The halls of a TC building where I must be
a doctoral student
It’s been a while since my last post. To be honest, I haven’t done much besides school work, to the point that the I no longer know what to tell people when they ask me what my hobbies are. Which also means I feel a constant looming pressure of knowing I live in a big city with a reputation for never sleeping yet I spend my weekends holed up in my room or in the library (and the occasional coffee shop).

This is not to say that I spend all of my time doing doctoral work. I have found two outlets in the form of jobs that have enriched this semester in ways that I didn’t expect. One is at a preschool, the other is working at the Graduate Writing Center consulting students working on academic writing projects.
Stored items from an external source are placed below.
package holonomy

import (
	"fmt"
	"math"
)

// Exponential computes the exponential of a general complex square matrix by
// scaling and squaring with diagonal Padé approximants, following Higham,
// "The scaling and squaring method for the matrix exponential revisited",
// SIAM J. Matrix Anal. Appl. 26, 1179 (2005), Algorithm 2.3.
//
// With θ_m the bounds of Higham's Table 2.3 (quoted from memory; the tests
// check the accuracy they deliver), the degree m ∈ {3, 5, 7, 9} is
// the smallest with ‖A‖₁ ≤ θ_m; otherwise A is scaled by 2^−s so that
// ‖2^−s A‖₁ ≤ θ₁₃, the [13/13] approximant is evaluated and squared s times.
// In exact arithmetic the result is exp(A + E) with ‖E‖ ≤ 2^−53‖A‖ (the
// backward error bound behind θ_m); in floating point the relative error of
// exp(A) is a modest multiple of the unit roundoff times the condition of
// the exponential at A, which for skew-Hermitian and dissipative generators
// of quantum dynamics is of order ‖A‖. For skew-Hermitian A the diagonal
// Padé approximant is unitary in exact arithmetic.
//
// An Exponential is a reusable workspace: after NewExponential(n), Exp on
// n×n matrices does not allocate. It is not safe for concurrent use.
type Exponential struct {
	n                      int
	a, a2, a4, a6, a8      []complex128
	u, v, t                []complex128
	lastDegree, lastSquare int // degree and squarings of the last call, for tests
}

// NewExponential returns a workspace for the exponential of n×n matrices.
func NewExponential(n int) *Exponential {
	if n <= 0 {
		panic("holonomy: NewExponential: n must be positive")
	}
	m := func() []complex128 { return make([]complex128, n*n) }
	return &Exponential{n: n, a: m(), a2: m(), a4: m(), a6: m(), a8: m(), u: m(), v: m(), t: m()}
}

// Expm sets dst = exp(a) for a square complex matrix a. It allocates a
// workspace; hot loops should use an Exponential instead. dst may be a.
func Expm(dst, a *Mat) {
	mustSquare(a)
	NewExponential(a.R).Exp(dst, a)
}

// Padé degrees and the bounds θ_m on ‖A‖₁ for which the [m/m] approximant
// has backward error at most 2^−53 (Higham 2005, Table 2.3; values quoted
// from memory, their accuracy is checked by the tests).
var (
	padeDegrees = [...]int{3, 5, 7, 9, 13}
	padeTheta   = [...]float64{
		1.495585217958292e-2,
		2.539398330063230e-1,
		9.504178996162932e-1,
		2.097847961257068e0,
		5.371920351148152e0,
	}
	// padeCoef[m][j] = b_j = (2m−j)! m! / ((2m)! j! (m−j)!), the
	// coefficients of the numerator p_m(x) = Σ_j b_j x^j of the [m/m]
	// approximant (b_0 = 1; the denominator is p_m(−x)).
	padeCoef = func() (c [14][]float64) {
		for _, m := range padeDegrees {
			b := make([]float64, m+1)
			b[0] = 1
			for j := 0; j < m; j++ {
				b[j+1] = b[j] * float64(m-j) / float64((2*m-j)*(j+1))
			}
			c[m] = b
		}
		return c
	}()
	pade13 = padeCoef[13]
)

// Exp sets dst = exp(a). dst may be a. Exp does not allocate.
func (x *Exponential) Exp(dst, a *Mat) {
	n := x.n
	if a.R != n || a.C != n || dst.R != n || dst.C != n {
		panic(fmt.Sprintf("holonomy: Exponential.Exp: workspace %d, A %d×%d, dst %d×%d", n, a.R, a.C, dst.R, dst.C))
	}
	if n == 1 {
		// The scalar case needs no Padé approximant.
		dst.Data[0] = complexExp(a.Data[0])
		x.lastDegree, x.lastSquare = 0, 0
		return
	}
	M, N, s, ok := x.pade(a.Data)
	if !ok {
		nan := complex(math.NaN(), math.NaN())
		for i := range dst.Data {
			dst.Data[i] = nan
		}
		return
	}
	luSolve(M, N, n, n)
	// Square s times, ping-ponging between N and a spare buffer.
	src, tmp := N, x.t
	for ; s > 0; s-- {
		mulSq(tmp, src, src, n)
		src, tmp = tmp, src
	}
	copy(dst.Data, src)
}

// pade prepares exp(A) ≈ (M⁻¹N)^(2^s) for the n×n matrix a (n ≥ 2) by
// Higham's Algorithm 2.3: M = q_m(2^−s A) and N = p_m(2^−s A), the
// denominator and numerator of the [m/m] Padé approximant, are returned in
// workspace buffers (N is x.u, M is x.v). ok is false for a non-finite a.
func (x *Exponential) pade(a []complex128) (M, N []complex128, s int, ok bool) {
	n := x.n
	A := x.a
	copy(A, a[:n*n])
	norm := norm1Cols(A, n)
	if math.IsNaN(norm) || math.IsInf(norm, 0) {
		return nil, nil, 0, false
	}
	s = 0
	m := 13
	for i, th := range padeTheta[:4] {
		if norm <= th {
			m = padeDegrees[i]
			break
		}
	}
	if m == 13 && norm > padeTheta[4] {
		s = int(math.Ceil(math.Log2(norm / padeTheta[4])))
		f := complex(math.Ldexp(1, -s), 0)
		for i := range A {
			A[i] *= f
		}
	}
	x.lastDegree, x.lastSquare = m, s
	U, V, T := x.u, x.v, x.t
	A2, A4, A6, A8 := x.a2, x.a4, x.a6, x.a8
	mulSq(A2, A, A, n)
	switch m {
	case 3, 5, 7, 9:
		b := padeCoef[m]
		// T = Σ_{odd j} b_j A^{j−1}, V = Σ_{even j} b_j A^j.
		switch m {
		case 3:
			for i, x := range A2 {
				T[i] = rscale(b[3], x)
				V[i] = rscale(b[2], x)
			}
		case 5:
			mulSq(A4, A2, A2, n)
			for i, x := range A2 {
				y := A4[i]
				T[i] = rscale(b[3], x) + rscale(b[5], y)
				V[i] = rscale(b[2], x) + rscale(b[4], y)
			}
		default:
			mulSq(A4, A2, A2, n)
			mulSq(A6, A4, A2, n)
			if m == 9 {
				mulSq(A8, A6, A2, n)
			} else {
				for i := range A8 {
					A8[i] = 0
				}
			}
			for i, x := range A2 {
				y, z, w := A4[i], A6[i], A8[i]
				T[i] = rscale(b[3], x) + rscale(b[5], y) + rscale(b[7], z)
				V[i] = rscale(b[2], x) + rscale(b[4], y) + rscale(b[6], z)
				if m == 9 {
					T[i] += rscale(b[9], w)
					V[i] += rscale(b[8], w)
				}
			}
		}
		for i := 0; i < n; i++ {
			T[i*n+i] += complex(b[1], 0)
			V[i*n+i] += complex(b[0], 0)
		}
		mulSq(U, A, T, n)
	case 13:
		b := pade13
		mulSq(A4, A2, A2, n)
		mulSq(A6, A4, A2, n)
		// T = A6(b13 A6 + b11 A4 + b9 A2), then the low-order terms.
		for i := range A8 {
			A8[i] = rscale(b[13], A6[i]) + rscale(b[11], A4[i]) + rscale(b[9], A2[i])
		}
		mulSq(T, A6, A8, n)
		for i := range T {
			T[i] += rscale(b[7], A6[i]) + rscale(b[5], A4[i]) + rscale(b[3], A2[i])
		}
		for i := 0; i < n; i++ {
			T[i*n+i] += complex(b[1], 0)
		}
		mulSq(U, A, T, n)
		for i := range A8 {
			A8[i] = rscale(b[12], A6[i]) + rscale(b[10], A4[i]) + rscale(b[8], A2[i])
		}
		mulSq(V, A6, A8, n)
		for i := range V {
			V[i] += rscale(b[6], A6[i]) + rscale(b[4], A4[i]) + rscale(b[2], A2[i])
		}
		for i := 0; i < n; i++ {
			V[i*n+i] += complex(b[0], 0)
		}
	}
	// r_m(A) = q_m(A)⁻¹p_m(A) with q_m = V − U and p_m = V + U.
	for i := range V {
		v, u := V[i], U[i]
		V[i], U[i] = v-u, v+u
	}
	return V, U, s, true
}

// expHermitian sets w = exp(−iB) for a Hermitian B (full storage, n×n)
// with ‖B‖₁ ≤ norm ≤ θ₁₃; see padeHermitian. It does not allocate.
func (x *Exponential) expHermitian(w, B []complex128, norm float64) {
	m, _ := x.padeHermitian(w, B, norm)
	luSolve(m, w, x.n, x.n)
}

// padeHermitian prepares exp(−iB) ≈ M⁻¹N for a Hermitian B (full storage,
// n×n) with ‖B‖₁ ≤ norm ≤ θ₁₃, by the [m/m] Padé approximant of Higham's
// Algorithm 2.3 without squaring: it returns M (workspace) and writes N
// into w. Every matrix formed is a real polynomial in B and hence Hermitian,
// so only upper triangles are computed. With A = −iB, A^{2k} = (−1)^k B^{2k};
// U = A·T = −i B T and V are as in Exp, M = V + iBT and N = V − iBT = M†,
// so that M⁻¹N is unitary in exact arithmetic. It does not allocate.
func (x *Exponential) padeHermitian(w, B []complex128, norm float64) (M []complex128, N []complex128) {
	n := x.n
	m := 13
	for i, th := range padeTheta[:4] {
		if norm <= th {
			m = padeDegrees[i]
			break
		}
	}
	x.lastDegree, x.lastSquare = m, 0
	b := padeCoef[m]
	B2, B4, B6, B8 := x.a2, x.a4, x.a6, x.a8
	T, V, P := x.t, x.v, x.u
	mulHerm(B2, B, B, n)
	switch m {
	case 3:
		for i, y := range B2 {
			T[i] = rscale(-b[3], y)
			V[i] = rscale(-b[2], y)
		}
	case 5:
		mulHerm(B4, B2, B2, n)
		for i, y := range B2 {
			z := B4[i]
			T[i] = rscale(-b[3], y) + rscale(b[5], z)
			V[i] = rscale(-b[2], y) + rscale(b[4], z)
		}
	case 7:
		mulHerm(B4, B2, B2, n)
		mulHerm(B6, B4, B2, n)
		for i, y := range B2 {
			z, u := B4[i], B6[i]
			T[i] = rscale(-b[3], y) + rscale(b[5], z) + rscale(-b[7], u)
			V[i] = rscale(-b[2], y) + rscale(b[4], z) + rscale(-b[6], u)
		}
	case 9:
		mulHerm(B4, B2, B2, n)
		mulHerm(B6, B4, B2, n)
		mulHerm(B8, B4, B4, n)
		for i, y := range B2 {
			z, u, v := B4[i], B6[i], B8[i]
			T[i] = rscale(-b[3], y) + rscale(b[5], z) + rscale(-b[7], u) + rscale(b[9], v)
			V[i] = rscale(-b[2], y) + rscale(b[4], z) + rscale(-b[6], u) + rscale(b[8], v)
		}
	case 13:
		mulHerm(B4, B2, B2, n)
		mulHerm(B6, B4, B2, n)
		// T = B6(b13 B6 − b11 B4 + b9 B2) − b7 B6 + b5 B4 − b3 B2 + b1,
		// V = B6(b12 B6 − b10 B4 + b8 B2) − b6 B6 + b4 B4 − b2 B2 + b0.
		for i, y := range B2 {
			z, u := B4[i], B6[i]
			B8[i] = rscale(b[13], u) + rscale(-b[11], z) + rscale(b[9], y)
			P[i] = rscale(b[12], u) + rscale(-b[10], z) + rscale(b[8], y)
		}
		mulHerm(T, B6, B8, n)
		mulHerm(V, B6, P, n)
		for i, y := range B2 {
			z, u := B4[i], B6[i]
			T[i] += rscale(-b[7], u) + rscale(b[5], z) + rscale(-b[3], y)
			V[i] += rscale(-b[6], u) + rscale(b[4], z) + rscale(-b[2], y)
		}
	}
	for i := 0; i < n; i++ {
		T[i*n+i] += complex(b[1], 0)
		V[i*n+i] += complex(b[0], 0)
	}
	mulHerm(P, B, T, n) // BT
	// M = V + iBT into V, N = V − iBT into w.
	w = w[:n*n]
	for i, y := range P {
		iy := complex(-imag(y), real(y))
		v := V[i]
		V[i], w[i] = v+iy, v-iy
	}
	return V, w
}

// mulHerm sets dst = a·b for commuting Hermitian n×n matrices a and b,
// whose product is Hermitian: it computes the upper triangle and mirrors it
// (the 4×4 kernel also reads only the upper triangle of b). dst must not
// share storage with a or b.
func mulHerm(dst, a, b []complex128, n int) {
	if n == 4 {
		mulHerm4(dst, a, b)
		return
	}
	dst, a, b = dst[:n*n], a[:n*n], b[:n*n]
	for i := 0; i < n; i++ {
		arow := a[i*n : i*n+n]
		for j := i; j < n; j++ {
			var s complex128
			for k, x := range arow {
				s += x * b[k*n+j]
			}
			if j == i {
				s = complex(real(s), 0)
			}
			dst[i*n+j] = s
			dst[j*n+i] = complex(real(s), -imag(s))
		}
	}
}

// mulHerm4 is mulHerm for n = 4, unrolled.
func mulHerm4(dst, a, b []complex128) {
	dst, a, b = dst[:16:16], a[:16:16], b[:16:16]
	b00, b01, b02, b03 := b[0], b[1], b[2], b[3]
	b11, b12, b13 := b[5], b[6], b[7]
	b22, b23 := b[10], b[11]
	b33 := b[15]
	// Lower triangle of b from the upper by Hermitian symmetry (b is
	// Hermitian here).
	b10, b20, b30 := cconj(b01), cconj(b02), cconj(b03)
	b21, b31 := cconj(b12), cconj(b13)
	b32 := cconj(b23)
	a0, a1, a2, a3 := a[0], a[1], a[2], a[3]
	d00 := a0*b00 + a1*b10 + a2*b20 + a3*b30
	d01 := a0*b01 + a1*b11 + a2*b21 + a3*b31
	d02 := a0*b02 + a1*b12 + a2*b22 + a3*b32
	d03 := a0*b03 + a1*b13 + a2*b23 + a3*b33
	a0, a1, a2, a3 = a[4], a[5], a[6], a[7]
	d11 := a0*b01 + a1*b11 + a2*b21 + a3*b31
	d12 := a0*b02 + a1*b12 + a2*b22 + a3*b32
	d13 := a0*b03 + a1*b13 + a2*b23 + a3*b33
	a0, a1, a2, a3 = a[8], a[9], a[10], a[11]
	d22 := a0*b02 + a1*b12 + a2*b22 + a3*b32
	d23 := a0*b03 + a1*b13 + a2*b23 + a3*b33
	a0, a1, a2, a3 = a[12], a[13], a[14], a[15]
	d33 := a0*b03 + a1*b13 + a2*b23 + a3*b33
	dst[0], dst[5], dst[10], dst[15] = complex(real(d00), 0), complex(real(d11), 0), complex(real(d22), 0), complex(real(d33), 0)
	dst[1], dst[4] = d01, cconj(d01)
	dst[2], dst[8] = d02, cconj(d02)
	dst[3], dst[12] = d03, cconj(d03)
	dst[6], dst[9] = d12, cconj(d12)
	dst[7], dst[13] = d13, cconj(d13)
	dst[11], dst[14] = d23, cconj(d23)
}

// norm1Cols returns an upper bound on the 1-norm (maximum absolute column
// sum) of the n×n matrix a, at most √2 times too large: it sums
// |Re a_ij| + |Im a_ij| ≥ |a_ij|. An over-estimate only selects a higher
// Padé degree or one more squaring, never a less accurate approximant.
func norm1Cols(a []complex128, n int) float64 {
	var best float64
	for j := 0; j < n; j++ {
		var s float64
		for i := j; i < n*n; i += n {
			v := a[i]
			s += math.Abs(real(v)) + math.Abs(imag(v))
		}
		if s > best || math.IsNaN(s) {
			best = s
		}
	}
	return best
}

// mulSq sets dst = a·b for n×n row-major matrices; dst must not share
// storage with a or b.
func mulSq(dst, a, b []complex128, n int) {
	if n == 4 {
		mul4(dst, a, b)
		return
	}
	dst = dst[:n*n]
	a = a[:n*n]
	b = b[:n*n]
	for i := 0; i < n; i++ {
		row := dst[i*n : i*n+n]
		arow := a[i*n : i*n+n]
		for j := range row {
			row[j] = 0
		}
		for k, aik := range arow {
			brow := b[k*n : k*n+n]
			brow = brow[:len(row)]
			for j, bkj := range brow {
				row[j] += aik * bkj
			}
		}
	}
}

// luSolve overwrites the n×c matrix b with the solution X of a X = b for
// the n×n matrix a (both row-major), by LU factorisation with partial
// pivoting; a is destroyed. A singular a gives non-finite results.
func luSolve(a, b []complex128, n, c int) {
	if n == 4 && c == 4 {
		luSolve4(a, b)
		return
	}
	a, b = a[:n*n], b[:n*c]
	for k := 0; k < n; k++ {
		p, best := k, -1.0
		for i := k; i < n; i++ {
			v := a[i*n+k]
			if m := real(v)*real(v) + imag(v)*imag(v); m > best {
				best, p = m, i
			}
		}
		if p != k {
			ka, pa := a[k*n+k:k*n+n], a[p*n+k:p*n+n]
			for j := range ka {
				ka[j], pa[j] = pa[j], ka[j]
			}
			kb, pb := b[k*c:k*c+c], b[p*c:p*c+c]
			for j := range kb {
				kb[j], pb[j] = pb[j], kb[j]
			}
		}
		piv := a[k*n+k]
		inv := complex(real(piv)/best, -imag(piv)/best) // 1/piv
		a[k*n+k] = inv                                  // kept for the back substitution
		krow := a[k*n+k+1 : k*n+n]
		brow := b[k*c : k*c+c]
		for i := k + 1; i < n; i++ {
			l := a[i*n+k] * inv
			irow := a[i*n+k+1 : i*n+n]
			irow = irow[:len(krow)]
			for j, v := range krow {
				irow[j] -= l * v
			}
			ib := b[i*c : i*c+c]
			ib = ib[:len(brow)]
			for j, v := range brow {
				ib[j] -= l * v
			}
		}
	}
	for k := n - 1; k >= 0; k-- {
		brow := b[k*c : k*c+c]
		arow := a[k*n : k*n+n]
		for j := k + 1; j < n; j++ {
			l := arow[j]
			jrow := b[j*c : j*c+c]
			jrow = jrow[:len(brow)]
			for q, v := range jrow {
				brow[q] -= l * v
			}
		}
		inv := arow[k]
		for q := range brow {
			brow[q] *= inv
		}
	}
}

// luSolve4 is luSolve for n = c = 4 with the row operations unrolled.
func luSolve4(a, b []complex128) {
	a, b = a[:16:16], b[:16:16]
	var inv [4]complex128
	for k := 0; k < 4; k++ {
		p, best := k, -1.0
		for i := k; i < 4; i++ {
			v := a[i*4+k]
			if m := real(v)*real(v) + imag(v)*imag(v); m > best {
				best, p = m, i
			}
		}
		if p != k {
			ka, pa := (*[4]complex128)(a[k*4:k*4+4]), (*[4]complex128)(a[p*4:p*4+4])
			*ka, *pa = *pa, *ka
			kb, pb := (*[4]complex128)(b[k*4:k*4+4]), (*[4]complex128)(b[p*4:p*4+4])
			*kb, *pb = *pb, *kb
		}
		piv := a[k*4+k]
		iv := complex(real(piv)/best, -imag(piv)/best)
		inv[k] = iv
		ka := (*[4]complex128)(a[k*4 : k*4+4])
		kb := (*[4]complex128)(b[k*4 : k*4+4])
		for i := k + 1; i < 4; i++ {
			ia := (*[4]complex128)(a[i*4 : i*4+4])
			ib := (*[4]complex128)(b[i*4 : i*4+4])
			l := ia[k] * iv
			// Columns left of k+1 of a are not read again; updating them all
			// keeps the loop branch-free.
			ia[0] -= l * ka[0]
			ia[1] -= l * ka[1]
			ia[2] -= l * ka[2]
			ia[3] -= l * ka[3]
			ib[0] -= l * kb[0]
			ib[1] -= l * kb[1]
			ib[2] -= l * kb[2]
			ib[3] -= l * kb[3]
		}
	}
	for k := 3; k >= 0; k-- {
		kb := (*[4]complex128)(b[k*4 : k*4+4])
		for j := k + 1; j < 4; j++ {
			l := a[k*4+j]
			jb := (*[4]complex128)(b[j*4 : j*4+4])
			kb[0] -= l * jb[0]
			kb[1] -= l * jb[1]
			kb[2] -= l * jb[2]
			kb[3] -= l * jb[3]
		}
		iv := inv[k]
		kb[0] *= iv
		kb[1] *= iv
		kb[2] *= iv
		kb[3] *= iv
	}
}

// rscale returns the complex number y scaled by the real c (two real
// multiplications instead of a complex product).
func rscale(c float64, y complex128) complex128 { return complex(c*real(y), c*imag(y)) }

// complexExp returns e^z.
func complexExp(z complex128) complex128 {
	s, c := math.Sincos(imag(z))
	r := math.Exp(real(z))
	return complex(r*c, r*s)
}
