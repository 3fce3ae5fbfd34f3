package holonomy

import (
	"math"
	"math/bits"
)

// Closed forms for star-shaped coupling graphs.
//
// A Hamiltonian has the star form when every coupling touches one hub level
// h and all other levels (the leaves) share one diagonal entry δ_g:
//
//	H = δ_g I + Δ|h⟩⟨h| + Σ_k (b_k|k⟩⟨h| + b̄_k|h⟩⟨k|),  b_k = ⟨k|H|h⟩,
//
// with Δ = H_hh − δ_g. The tripod, the Λ scheme and every N-pod driven on
// two-photon resonance have it. The coupling graph is bipartite with one
// level on one side, so the Morris–Shore transformation (Morris and Shore,
// Phys. Rev. A 27, 906 (1983)) splits it into one two-level system — the hub
// and the bright state |B⟩ = Σ_k b_k|k⟩/β, β = ‖b‖ — and n − 2 dark states
// orthogonal to |B⟩ on the leaves, decoupled at energy δ_g. The spectrum of
// the Jordan–Wielandt form [[0, C†], [C, 0]] is ±σ_i(C) plus zeros (Golub
// and Van Loan, Matrix Computations, 4th ed., §8.6.1); here C = b is one
// column, so with Δ = δ_g = 0 the eigenvalues are −β, 0 (n − 2 times), +β,
// and β is the exact gap of the dark subspace.
//
// Both closed forms below need no eigensolver: the dark basis is the
// complement of one vector (a complex Householder reflector, Golub and Van
// Loan §5.1.13), and the exponential needs the 2×2 block only.

// schemeHub returns the level that every channel of s touches, or −1 if
// there is none (or s has fewer than three levels).
func schemeHub(s *Scheme) int {
	if len(s.Levels) < 3 || len(s.Channels) == 0 {
		return -1
	}
	for _, cand := range [2]int{s.Channels[0].Upper, s.Channels[0].Lower} {
		ok := true
		for _, c := range s.Channels {
			if c.Upper != cand && c.Lower != cand {
				ok = false
				break
			}
		}
		if ok {
			return cand
		}
	}
	return -1
}

// darkBasis writes an orthonormal basis of the dark subspace of the n×n
// star Hamiltonian with hub level hub, zero diagonal and couplings
// b_k = ⟨k|H|hub⟩ (b_hub = 0), into columns 1 … n−2 of the n×n matrix v, and
// returns the gap β = ‖b‖ to the bright pair ±β. For β = 0 the gap is 0 and
// v is left as it was. It does not allocate.
//
// The basis is the columns j ≠ p of the Householder reflector
// P = I − w w†/(1 + |u_p|), w = u + e^{i arg u_p} e_p, u = b/β, p the
// largest component of u: P is unitary and Hermitian and maps u to a
// multiple of e_p, so its other columns are orthonormal and orthogonal to
// u. Choosing the largest component keeps 1 + |u_p| ≥ 1 + 1/√(n−1).
func darkBasis(b *[MaxLevels]complex128, v []complex128, n, hub int) float64 {
	var b2, big float64
	p := -1
	for k := 0; k < n; k++ {
		m := sqmag(b[k])
		b2 += m
		if m > big {
			big, p = m, k
		}
	}
	if p < 0 {
		return 0
	}
	beta := math.Sqrt(b2)
	inv := 1 / beta
	up := math.Sqrt(big) * inv // |u_p|
	// w = u + α e_p with α = u_p/|u_p|: w_p = u_p (1 + 1/|u_p|).
	var w [MaxLevels]complex128
	for k := 0; k < n; k++ {
		w[k] = complex(real(b[k])*inv, imag(b[k])*inv)
	}
	w[p] *= complex(1+1/up, 0)
	f := 1 / (1 + up)
	col := 1
	for j := 0; j < n; j++ {
		if j == hub || j == p {
			continue
		}
		cw := complex(real(w[j])*f, -imag(w[j])*f) // conj(w_j)/(1+|u_p|)
		for r := 0; r < n; r++ {
			v[r*n+col] = -w[r] * cw
		}
		v[j*n+col]++
		col++
	}
	return beta
}

// starCouplings writes b_k = ⟨k|H(p)|hub⟩ of the star scheme s at point p
// into b (b_hub = 0), with the arithmetic of Scheme.Hamiltonian, and reports
// whether the diagonal of H(p) is zero (static plus controlled detunings).
func starCouplings(s *Scheme, p Point, hub int, b *[MaxLevels]complex128) bool {
	for k, l := range s.Levels {
		d := l.Detuning
		if p.Detuning != nil {
			d += p.Detuning[k]
		}
		if d != 0 {
			return false
		}
	}
	clear(b[:len(s.Levels)])
	for c, ch := range s.Channels {
		v := p.Drive[c] * complex(ch.Factor/2, 0)
		if ch.Lower == hub {
			b[ch.Upper] += v // ⟨upper|H|lower⟩ = v
		} else {
			b[ch.Lower] += conjg(v)
		}
	}
	return true
}

// starStep sets u ← exp(−i h dt) u when the Hermitian n×n matrix h (upper
// triangle and real diagonal read) has the star form, and reports whether it
// did. It does not allocate.
//
// In the basis (|h⟩, |B⟩) the generator minus δ_g is [[Δ, β], [β, 0]] with
// eigenvalues λ_a = Δ/2 + sgn(Δ)Ω and λ_b = −β²/λ_a, Ω = (Δ²/4 + β²)^{1/2}
// (λ_b in this form has no cancellation), and eigenvectors ∝ (λ, β). With
// E_λ = e^{−iλdt} − 1 = −2 sin(λdt/2)(sin(λdt/2) + i cos(λdt/2)) and
// C_hh, C_hB, C_BB = Σ_λ E_λ (λ², λ, 1)/(λ² + β²), every column becomes
//
//	u_h ← g (u_h + C_hh u_h + C_hB x),  u_k ← g (u_k + b_k (C_hB u_h + C_BB x)),
//
// where x = Σ_k b̄_k u_k and g = e^{−iδ_g dt}; the dark part is untouched. No
// term divides by β, so the form stays exact to rounding as β → 0.
func starStep(u *Mat, h []complex128, n int, dt float64) bool {
	hub := starHub(h, n)
	if hub < 0 {
		return false
	}
	// Leaves in order, their couplings b and conjugates.
	var lv [MaxLevels - 1]int
	var b, cb [MaxLevels - 1]complex128
	var b2 float64
	m := 0
	for k := 0; k < n; k++ {
		if k == hub {
			continue
		}
		var x complex128
		if k < hub {
			x = h[k*n+hub]
		} else {
			x = conjg(h[hub*n+k])
		}
		lv[m], b[m], cb[m] = k, x, conjg(x)
		b2 += sqmag(x)
		m++
	}
	leaf := 0
	if hub == 0 {
		leaf = 1
	}
	dg := real(h[leaf*n+leaf])
	delta := real(h[hub*n+hub]) - dg
	half := delta / 2
	om := math.Sqrt(half*half + b2)
	la := half + om
	if delta < 0 {
		la = half - om
	}
	var chh, chb, cbb complex128
	if la != 0 {
		lb := -b2 / la
		sa, ca := math.Sincos(la * dt / 2)
		sb, cb := -sa, ca // λ_b = −λ_a when Δ = 0
		if delta != 0 {
			sb, cb = math.Sincos(lb * dt / 2)
		}
		for i, l := range [2]float64{la, lb} {
			s, c := sa, ca
			if i == 1 {
				s, c = sb, cb
			}
			den := l*l + b2
			if den == 0 {
				continue
			}
			f := -2 * s / den
			e := complex(f*s, f*c)
			chh += e * complex(l*l, 0)
			chb += e * complex(l, 0)
			cbb += e
		}
	}
	cols, d := u.C, u.Data
	for j := 0; j < cols; j++ {
		y := d[hub*cols+j]
		var x complex128
		for i, k := range lv[:m] {
			x += cb[i] * d[k*cols+j]
		}
		t := chb*y + cbb*x
		for i, k := range lv[:m] {
			d[k*cols+j] += b[i] * t
		}
		d[hub*cols+j] = y + chh*y + chb*x
	}
	if dg != 0 {
		s, c := math.Sincos(dg * dt)
		g := complex(c, -s)
		for i := range d[:n*cols] {
			d[i] *= g
		}
	}
	return true
}

// starHub returns the hub of the Hermitian n×n matrix h (upper triangle and
// real diagonal read) if h has the star form with at least one coupling,
// else −1. The diagonal is read first: unless all its entries are equal,
// the hub must be the one level whose entry differs, and a matrix with
// two or more odd entries is refused after n comparisons. Otherwise one
// pass over the upper triangle keeps, as a bit set, the levels that every
// non-zero coupling touches.
func starHub(h []complex128, n int) int {
	d0 := real(h[0])
	hub, odd := -1, 0
	for i := 1; i < n; i++ {
		if real(h[i*n+i]) != d0 {
			hub = i
			odd++
		}
	}
	switch {
	case odd == n-1 && n > 2:
		// Level 0 is the odd one if the others agree.
		d1 := real(h[n+1])
		for i := 2; i < n; i++ {
			if real(h[i*n+i]) != d1 {
				return -1
			}
		}
		hub = 0
	case odd > 1:
		return -1
	}
	cand := uint32(1)<<n - 1
	if hub >= 0 {
		cand = 1 << hub
	}
	coupled := false
	for i := 0; i < n; i++ {
		row := h[i*n : i*n+n]
		for j := i + 1; j < n; j++ {
			if row[j] != 0 {
				cand &= 1<<i | 1<<j
				coupled = true
			}
		}
	}
	if !coupled || cand == 0 {
		return -1
	}
	return bits.TrailingZeros32(cand)
}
After not working for two years, I had forgotten what it feels like to be part of something that allows for change that you can actually see. Teaching is always rewarding as you watch children grow and marvel at the world before you (the most joy I have ever witnessed was when the preschoolers woke up from their nap to see it snowing heavily, expect perhaps for when they were actually playing in the snow). But at the Graduate Writing Center I watch as (some) people’s faces light up when I give them feedback on their papers. The consultations when this happens are the one time when I feel that maybe, just maybe, I can say I am good at this.

(This isn’t true all of the time. Some days I flail around foolishly just trying to figure out the assignment.)
A project created by one of our reflective 4 year old

When I enter both of these spaces, I get to forget the pressure of having to perform as a doctoral student. I don’t need to think about sounding smart while spouting theoretical frameworks I barely understand. In both of these spaces, the practical is what matters— thinking about the needs of the person, whether they’re a loquacious three-year-old telling me about the snowpeople family on her sweater or a driven graduate student applying for doctoral programs.

In the last paper I wrote for one of my classes, I talked about how learning confined to the classroom stifles who students can become. These two jobs have shown me how true that really is. Because in these spaces, I get to layer new identities on myself that I couldn’t by just being in the doctoral program. I am now a preschool teacher (in training), a writer, a guide. And the result is that in times when it feels like I don’t belong in one, a feeling that has arisen many times over this semester, I know that at least I belong in one of the others.